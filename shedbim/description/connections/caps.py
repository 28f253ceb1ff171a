"""The caps of columns that a user describes."""

from __future__ import annotations

from typing import Annotated

from shedbim import units
from shedbim.fields import Options, Quantity, left_out

__all__ = ["CapOptions"]


class CapOptions(Options):
    """The plates on the heads of columns, and of gable posts that are tubes."""

    thickness: Annotated[float, Quantity(units.LENGTH, "5 mm", "40 mm")] | None = left_out(
        "half the flange or the wall, at least 10 mm", "thickness of the cap plate"
    )
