// SPDX-License-Identifier: Apache-2.0
// From text to a checked rig. Every part is read even where another is wrong, so that all errors are listed;
// only what would be a mere consequence of another error is left out.
#include <algorithm>
#include <array>
#include <exception>
#include <utility>

#include "rig/channels.h"
#include "rig/common.h"
#include "rig/document.h"
#include "rig/laws.h"
#include "rig/machine.h"
#include "rig/names.h"
#include "rig/number.h"
#include "rig/rig.h"
#include "rig/values.h"

namespace steelyard::rig {
namespace {

constexpr std::array<std::string_view, 14> kTopKeys{
    "rig",    "response", "horizon", "lag",   "constants", "states",       "inputs",
    "motion", "unrest",   "jolts",   "still", "common",    "freeze_share", "channels"};
constexpr std::size_t kMaxConstants = 100;
constexpr double kHorizonResponses = 10.0;
constexpr double kLagResponses = 2.0;

class Loader {
 public:
  Loader(const Node& top, Problems& problems)
      : problems_(problems), fields_({&top, ""}, kTopKeys, problems), context_{.problems = problems} {}

  std::shared_ptr<Rig> load() {
    read_head();
    const std::vector<Item> constants = entries("constants", kMaxConstants, fields_.optional("constants"));
    const std::vector<Item> states = needed_entries("states", engine::kMaxStates);
    const std::vector<Item> inputs = entries("inputs", engine::kMaxInputs, fields_.optional("inputs"));
    const std::vector<Item> channels = needed_entries("channels", engine::kMaxChannels);

    read_constants(constants, context_);
    read_states(states, *model_, context_);
    read_inputs(inputs, *model_, context_);
    settle_names({{"constant", constants}, {"state", states}, {"input", inputs}, {"channel", channels}});
    read_laws();
    read_channels(channels);
    rig_->model = model_;
    return rig_;
  }

 private:
  using Kind = std::pair<std::string_view, const std::vector<Item>&>;

  void read_head() {
    if (const auto item = fields_.required("rig")) {
      rig_->name = item->node->text;
      if (!item->node->is_scalar() || !is_rig_name(rig_->name)) {
        report_rule(*item, "1 to 63 small letters, digits and -", problems_);
      }
    }
    if (const auto item = fields_.required("response")) {
      context_.response_s = read_duration_s(*item, problems_).value_or(context_.response_s);
    }
    rig_->response_s = context_.response_s;
    rig_->horizon_s = duration_or("horizon", kHorizonResponses * context_.response_s);
    rig_->lag_s = duration_or("lag", kLagResponses * context_.response_s);
    engine::set_defaults(*model_, context_.response_s);
    if (const auto item = fields_.optional("jolts")) read_mode(*item, model_->jolt, context_);
    if (const auto item = fields_.optional("still")) read_mode(*item, model_->still, context_);
  }

  double duration_or(std::string_view key, double instead) {
    const auto item = fields_.optional(key);
    return item ? read_duration_s(*item, problems_).value_or(instead) : instead;
  }

  std::vector<Item> needed_entries(std::string_view key, std::size_t most) {
    const auto part = fields_.required(key);
    std::vector<Item> out = entries(key, most, part);
    if (part && part->node->is_map() && out.empty()) {
      problems_.add(part->place(), part->path, "has no entries; must have at least one");
    }
    if (out.empty()) context_.names_known = false;
    return out;
  }

  // The entries of a part of the description; none where it is absent or no map.
  std::vector<Item> entries(std::string_view key, std::size_t most, const std::optional<Item>& part) {
    std::vector<Item> out;
    if (!part) return out;
    if (!part->node->is_map()) {
      report_rule(*part, "a map by name", problems_);
      context_.names_known = false;
      return out;
    }
    for (const Node& node : part->node->items) out.push_back({&node, join(key, node.key)});
    if (out.size() <= most) return out;
    context_.names_known = false;
    problems_.add(
        out[most].node->key_at, part->path,
        "has " + std::to_string(out.size()) + " entries; at most " + std::to_string(most) + " are possible");
    out.resize(most);
    return out;
  }

  // Formulas see a name once, and only names that they can spell.
  void settle_names(const std::vector<Kind>& kinds) {
    std::vector<Declared> declared;
    for (const auto& [kind, items] : kinds) {
      for (const Item& item : items) declared.push_back({item.node->key, kind, item.node->key_at, item.path});
    }
    std::vector<std::string> usable = check_names(std::move(declared), problems_);
    const auto claim = [&](const std::string& name) { return std::erase(usable, name) > 0; };
    std::erase_if(context_.scope.constants, [&](const auto& constant) { return !claim(constant.first); });
    for (auto* names : {&context_.scope.states, &context_.scope.inputs}) {
      for (std::string& name : *names) {
        if (!claim(name)) name.clear();
      }
    }
  }

  void read_laws() {
    const auto unlimited = static_cast<std::size_t>(-1);
    const auto motion = entries("motion", unlimited, fields_.optional("motion"));
    rig_->motion_is_affine = read_motion(motion, *model_, context_);
    read_unrest(entries("unrest", unlimited, fields_.optional("unrest")), *model_, context_);
  }

  // The parts of all channels so far; tells once where they become too many.
  int count_parts(const Item& item, int before, int more) {
    const int parts = before + more;
    const Node* const reads = item.node->find("reads");
    const bool told = reads != nullptr && reads->items.size() > static_cast<std::size_t>(engine::kMaxParts);
    if (before <= engine::kMaxParts && parts > engine::kMaxParts && !told) {
      problems_.add(item.node->key_at, item.path,
                    "makes " + std::to_string(parts) + " parts in all channels; at most " +
                        std::to_string(engine::kMaxParts) + " are possible");
    }
    return parts;
  }

  void read_channels(const std::vector<Item>& items) {
    int parts = 0;
    for (const Item& item : items) {
      ReadChannel channel = read_channel(item, model_->states, context_);
      parts = count_parts(item, parts, channel.model.parts());
      model_->channels.push_back(std::move(channel.model));
      rig_->labels.push_back(std::move(channel.labels));
      rig_->reading_is_affine.push_back(channel.is_affine);
    }
    if (const auto item = fields_.optional("common")) read_common(*item, *model_, context_);
    if (const auto item = fields_.optional("freeze_share")) {
      model_->freeze_share = read_number(*item, from_to(0, 1), problems_).value_or(model_->freeze_share);
    }
  }

  Problems& problems_;
  Fields fields_;
  Context context_;
  std::shared_ptr<Rig> rig_ = std::make_shared<Rig>();
  std::shared_ptr<engine::Model> model_ = std::make_shared<engine::Model>();
};

// A message's maps come in any order; in order of names the same message is the same model each time.
void sort_by_name(Node& top) {
  for (Node& part : top.items) {
    const bool has_names = part.key == "states" || part.key == "inputs" || part.key == "channels";
    if (!has_names || !part.is_map()) continue;
    std::stable_sort(part.items.begin(), part.items.end(),
                     [](const Node& a, const Node& b) { return a.key < b.key; });
  }
}

std::shared_ptr<Rig> load_checked(std::string_view text, Problems& problems) {
  std::optional<Node> top = parse_document(text, problems);
  if (!top) return nullptr;
  if (is_json(text)) sort_by_name(*top);
  std::shared_ptr<Rig> rig = Loader(*top, problems).load();
  if (!problems.empty()) return nullptr;
  // Nothing should be left for the engine to find; if it does, say so rather than run.
  if (std::string why = rig->model->problem(); !why.empty()) problems.add({0, 0}, "", std::move(why));
  return problems.empty() ? rig : nullptr;
}

}  // namespace

Loaded load(std::string_view text, std::string_view file) {
  const std::string_view content = without_byte_order_mark(text);
  Problems problems(file, content);
  Loaded out;
  try {
    const std::shared_ptr<Rig> rig = load_checked(content, problems);
    if (rig) rig->text = text;
    out.rig = rig;
  } catch (const std::exception& error) {  // no memory left, or a defect of ours
    problems.add({0, 0}, "", std::string("cannot be loaded: ") + error.what());
  } catch (...) {
    problems.add({0, 0}, "", "cannot be loaded");
  }
  out.problems = problems.take();
  if (!out.problems.empty()) out.rig = nullptr;
  return out;
}

std::optional<Signal> Rig::find(std::string_view signal) const {
  for (std::size_t i = 0; i < model->inputs.size(); ++i) {
    if (model->inputs[i].name == signal) return Signal{true, static_cast<int>(i)};
  }
  for (std::size_t i = 0; i < model->channels.size(); ++i) {
    if (model->channels[i].name == signal) return Signal{false, static_cast<int>(i)};
  }
  return std::nullopt;
}

}  // namespace steelyard::rig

EXERCISE DESCRIPTION >> Write out every line from the data above that includes "thickness".

ANSWER SPACE >>
    thickness: Annotated[float, Quantity(units.LENGTH, "5 mm", "40 mm")] | None = left_out(
        "half the flange or the wall, at least 10 mm", "thickness of the cap plate"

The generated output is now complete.